Homework Discussions for the Real World Classification Workshop

Discuss the homework here!

Here is the homework submission form: https://forms.gle/G16sGFQLjtt1jKAx8

If you’d like to get a certificate for this workshop, you must attempt the quiz questions in the Google Form and upload your homework solution notebook (the extension of which must be .ipynb).

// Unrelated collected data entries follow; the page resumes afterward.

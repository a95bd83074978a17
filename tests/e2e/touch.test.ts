import type { Browser, Locator, Page } from 'playwright-core';
import { afterAll, beforeAll, describe, expect, it } from 'vitest';
import { keepPicture, launchBrowser, newVisitor, PHONE, type Visitor } from '../helpers/browser';
import { type ServedApp, serveApp } from '../helpers/serve-app';
import { signInDemo } from '../helpers/sign-in';

/** WCAG 2.5.5: a target that a thumb in a glove can hit, in CSS pixels. */
const THUMB = 44;

let app: ServedApp;
let browser: Browser;
let visitor: Visitor;

beforeAll(async () => {
  app = await serveApp({ seed: true });
  browser = await launchBrowser();
  visitor = await newVisitor(browser, app.url, PHONE);
  await signInDemo(visitor.page, 'ione');
});

afterAll(async () => {
  await browser?.close();
  await app?.stop();
});

/** Taps what is wanted, once it is large enough for a thumb. */
async function thumb(target: Locator): Promise<void> {
  await target.scrollIntoViewIfNeeded();
  const box = await target.boundingBox();
  expect(Math.round(box?.height ?? 0), await target.textContent().then(String)).toBeGreaterThanOrEqual(THUMB);
  await target.tap();
}

/** From window to window by the links at the head, until a stand is free to book. */
async function openFreeWindow(page: Page): Promise<void> {
  await page.goto('/clubs/tansy-fork/sit');
  for (let step = 0; step < 12; step++) {
    if (step > 3 && (await page.getByRole('button', { name: /^Book / }).count()) > 0) return;
    const before = page.url();
    await thumb(page.getByRole('navigation', { name: 'Windows' }).locator('a[rel=next]'));
    await page.waitForURL((url) => url.href !== before);
    await page.getByRole('heading', { level: 1 }).waitFor();
  }
  throw new Error('No window of the demo has a stand to book.');
}

describe('the main job by touch alone', () => {
  it('opens a row, books the stand and cancels the sit', async () => {
    const { page } = visitor;
    await openFreeWindow(page);
    await thumb(page.locator('li:has([data-row])').first());
    await page.getByRole('heading', { name: 'Why this score' }).first().waitFor();
    await keepPicture(page, 'touch-open-row');

    const book = page.getByRole('button', { name: /^Book / }).first();
    const name = (await book.textContent())?.replace(/^Book /, '') ?? '';
    await thumb(book);
    const dialog = page.getByRole('dialog', { name: `Book ${name}` });
    await dialog.locator('form[data-ready]').waitFor();
    await keepPicture(page, 'touch-book');
    await thumb(dialog.getByRole('button', { name: 'Book this sit' }));
    await dialog.waitFor({ state: 'hidden' });
    await page.getByText(`You sit at ${name}`).waitFor();

    await thumb(page.getByRole('link', { name: 'Change or cancel it' }));
    await page.waitForURL(/\/my-sits$/);
    const cancels = page.getByRole('button', { name: new RegExp(`^Cancel ${name}, `) });
    await cancels.first().waitFor();
    const held = await cancels.count();
    await thumb(cancels.first());
    const sure = page.getByRole('dialog', { name: 'Cancel this sit' });
    await thumb(sure.getByRole('button', { name: 'Cancel the sit' }));
    await sure.waitFor({ state: 'hidden' });
    await cancels.nth(held - 1).waitFor({ state: 'detached' });
    expect(visitor.troubles).toEqual([]);
  });

  it('goes from screen to screen by the bar at the bottom', async () => {
    const { page } = visitor;
    for (const [place, heading] of [
      ['Week', 'Week'],
      ['Board', 'Board'],
      ['Log', 'Log'],
    ]) {
      await thumb(page.getByRole('link', { name: place, exact: true }).last());
      await page.getByRole('heading', { level: 1, name: heading }).waitFor();
    }
  });
});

Screenshot 2022-03-05 131258
The xgb_imp model has a slightly higher accuracy while the xgb model has a slightly higher AUC. So, how can we decide which is a “better” model in this case? Also, is there any reason that xgb has higher AUC than xgb_imp? Or is that just random, and maybe with some different data I can get AUC higher in xgb_imp for this same set of features?
Lastly, xgb_ohe does considerably worse job here, why is that? Is that because of overfitting? I think the ohe should do a better job dealing with categorical data such as states and cities rather than labeling. Also, the combination of the two of them should work even better, right? But, I don’t think any of those two method do a good job dealing with the ‘city’ column, as ohe would make way too many features and labelling is going to assert that they have some sort of order, I think. Maybe the frequency-one could help here? Can you explain?

@tejas55

  1. Xgb is a stochastic model. Hence performance could vary every time you run the model.
  2. XGB itself handles imputation algorithmically, hence the simpler impute approach may not fare well.
  3. OHE has the problem of sparse matrix.
  4. Freq approach could work. You can try and see.
  5. In terms of metrics go for AUC and AUC PR and not accuracy. Accuracy is not the right metric.
  6. Try cross validation and multiple out of sample sets to get low bias and low variance models.